The customers could purchase and pay online, drive to the curb and leave with their product.

Lucinda’s interest in sewing

“I started my first project of sewing in high school making an apron,” she said. “Then I didn’t touch sewing for 20 years. What really made me start sewing again was when I was pregnant and could not find maternity clothes to fit me. My twins were really large, and my stomach was extra huge.”

She said that struggle made her buy a sewing machine. The thing is . . . she botched the clothes.

“I botched and botched my clothes until I got it right,” she said.

At the time, she was interested in entrepreneurship. She was a cosmetologist, but she knew it wasn’t safe to inhale those chemicals for decades because they could have been damaging to her health.  

Lucinda loved sewing and knew she wanted to do it. She started sewing part-time at home for her hair clients.

 She had four children — one was sick at the time – and knew she needed more money.

“Being a black single mom, there were not a lot of opportunities then,” she said. “What got me interested was there were so many things you could make. You could make a very profitable business sewing. You can decide what specialty you want – apparel or home décor.”

She opened her business in 1997.

“I did it because there was a need for alterations and plus-size clothing,” she said. “Plus-size people want to look nice – especially older women.”

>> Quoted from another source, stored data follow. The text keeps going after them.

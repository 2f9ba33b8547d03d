//! Tables as a water–oil saturation-function keyword table for black-oil
//! reservoir simulators: `--` comments, the keyword, rows
//! `Sw krw krow Pc[bar]`, and `/`.

use std::fmt::Write as _;

use super::file_rows::{check_rows, parse_number, parse_plain};
use super::{PA_PER_BAR, Process, TableRows};
use crate::error::TableError;

/// Options of [`write_keyword_table`].
#[derive(Clone, Debug, PartialEq)]
pub struct KeywordTableOptions {
    /// Keyword opening the table: 1–8 upper-case ASCII letters or digits,
    /// starting with a letter. Default `SWOF`.
    pub keyword: String,
    /// Name of the run the table comes from, written in a comment.
    pub source_run: String,
    /// Process of the curve, written in a comment when given.
    pub process: Option<Process>,
    /// Further comment lines (newlines are replaced by spaces).
    pub comments: Vec<String>,
}

impl Default for KeywordTableOptions {
    fn default() -> Self {
        KeywordTableOptions {
            keyword: "SWOF".to_string(),
            source_run: String::new(),
            process: None,
            comments: Vec::new(),
        }
    }
}

/// A keyword table read back by [`parse_keyword_table`].
#[derive(Clone, Debug, PartialEq)]
pub struct KeywordTable {
    /// The keyword.
    pub keyword: String,
    /// The rows (Pc converted back to Pa).
    pub rows: TableRows,
}

/// Writes rows as a water–oil saturation-function keyword table: comment
/// lines (`--`) naming the columns, units and source run, the keyword, one
/// row per line `Sw krw krow Pc[bar]`, and a terminating `/`.
///
/// Sw is written with 6 decimals and must stay strictly increasing at that
/// precision; kr and Pc are written with 7 significant digits.
pub fn write_keyword_table(
    rows: &TableRows,
    opts: &KeywordTableOptions,
) -> Result<String, TableError> {
    check_rows(rows)?;
    let kw = &opts.keyword;
    let valid_kw = (1..=8).contains(&kw.len())
        && kw.starts_with(|c: char| c.is_ascii_uppercase())
        && kw
            .chars()
            .all(|c| c.is_ascii_uppercase() || c.is_ascii_digit());
    if !valid_kw {
        return Err(TableError::BadOption {
            name: "keyword",
            detail: format!("{kw:?} is not 1–8 upper-case letters or digits"),
        });
    }
    let sw_text: Vec<String> = rows.sw.iter().map(|v| format!("{v:.6}")).collect();
    for i in 1..sw_text.len() {
        let (a, b) = (parse_plain(&sw_text[i - 1]), parse_plain(&sw_text[i]));
        if b <= a {
            return Err(TableError::SwNotIncreasing {
                index: i,
                sw: rows.sw[i],
            });
        }
    }
    let one_line = |s: &str| s.replace(['\n', '\r'], " ");
    let mut out = String::new();
    let _ = writeln!(out, "-- Water-oil saturation functions written by Ganglion");
    if !opts.source_run.is_empty() {
        let _ = writeln!(out, "-- Source run: {}", one_line(&opts.source_run));
    }
    if let Some(p) = opts.process {
        let _ = writeln!(out, "-- Process: {}", p.as_str());
    }
    for c in &opts.comments {
        let _ = writeln!(out, "-- {}", one_line(c));
    }
    let _ = writeln!(
        out,
        "-- Columns: Sw (fraction of pore volume), krw (-), krow (-), Pc = Po - Pw (bar)"
    );
    let _ = writeln!(out, "-- {} rows", rows.len());
    let _ = writeln!(out, "{kw}");
    let _ = writeln!(
        out,
        "-- {:>9} {:>15} {:>15} {:>15}",
        "Sw", "krw", "krow", "Pc"
    );
    for (i, sw) in sw_text.iter().enumerate() {
        let _ = writeln!(
            out,
            "   {:>9} {:>15.6e} {:>15.6e} {:>15.6e}",
            sw,
            rows.krw[i],
            rows.krn[i],
            rows.pc_pa[i] / PA_PER_BAR
        );
    }
    let _ = writeln!(out, "/");
    Ok(out)
}

/// Reads one keyword table: `--` comments (whole lines or trailing) and
/// blank lines are skipped; the first word is the keyword; then numbers in
/// groups of four (`Sw krw krow Pc[bar]`, any line breaks) up to `/`.
/// Pc is converted to Pa.
pub fn parse_keyword_table(text: &str) -> Result<KeywordTable, TableError> {
    let mut keyword: Option<String> = None;
    let mut values: Vec<(f64, usize)> = Vec::new();
    let mut ended = false;
    for (idx, raw) in text.lines().enumerate() {
        let line_no = idx + 1;
        let body = raw.split("--").next().unwrap_or("").trim();
        if body.is_empty() {
            continue;
        }
        if ended {
            return Err(TableError::Parse {
                line: line_no,
                detail: format!("text after the terminating '/': {body:?}"),
            });
        }
        let (data, slash) = match body.find('/') {
            Some(p) => (&body[..p], true),
            None => (body, false),
        };
        let mut tokens = data.split_whitespace();
        if keyword.is_none() {
            let Some(first) = tokens.next() else {
                return Err(TableError::Parse {
                    line: line_no,
                    detail: "'/' before the keyword".into(),
                });
            };
            if !first.starts_with(|c: char| c.is_ascii_alphabetic()) {
                return Err(TableError::Parse {
                    line: line_no,
                    detail: format!("expected a keyword, found {first:?}"),
                });
            }
            keyword = Some(first.to_string());
        }
        for t in tokens {
            values.push((parse_number(t, line_no)?, line_no));
        }
        if slash {
            ended = true;
            let rest = body[body.find('/').map_or(body.len(), |p| p + 1)..].trim();
            if !rest.is_empty() {
                return Err(TableError::Parse {
                    line: line_no,
                    detail: format!("text after the terminating '/': {rest:?}"),
                });
            }
        }
    }
    let last_line = text.lines().count();
    let Some(keyword) = keyword else {
        return Err(TableError::Parse {
            line: last_line,
            detail: "no keyword found".into(),
        });
    };
    if !ended {
        return Err(TableError::Parse {
            line: last_line,
            detail: "table not terminated by '/'".into(),
        });
    }
    if !values.len().is_multiple_of(4) {
        return Err(TableError::Parse {
            line: values.last().map_or(last_line, |v| v.1),
            detail: format!(
                "{} numbers is not a whole number of 4-column rows",
                values.len()
            ),
        });
    }
    let mut rows = TableRows::default();
    for chunk in values.chunks(4) {
        rows.sw.push(chunk[0].0);
        rows.krw.push(chunk[1].0);
        rows.krn.push(chunk[2].0);
        rows.pc_pa.push(chunk[3].0 * PA_PER_BAR);
    }
    Ok(KeywordTable { keyword, rows })
}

She was working as a supervisor for a hotel’s laundry room and hated it. She said a lot of people hate what they do but must do it to get ahead. But she knew when it was time to quit.

Why custom?

“Custom is something where you can’t find anywhere else,” she said. “You don’t want to walk in someone’s home and see the same pillows you have from TJ Maxx or Marshalls. You are personalizing your home. I don’t like people to have the same type of style.”

She said she believes someone who does sewing for custom projects could never go hungry because the options are not limited. She said people can do handbags, blankets, pillows and so much more.

“Sewing is a beautiful art that God has given to me,” she said. “And I am so thankful. When God gives you a gift, he knows what he was doing when he gave it to you,” Lucinda said.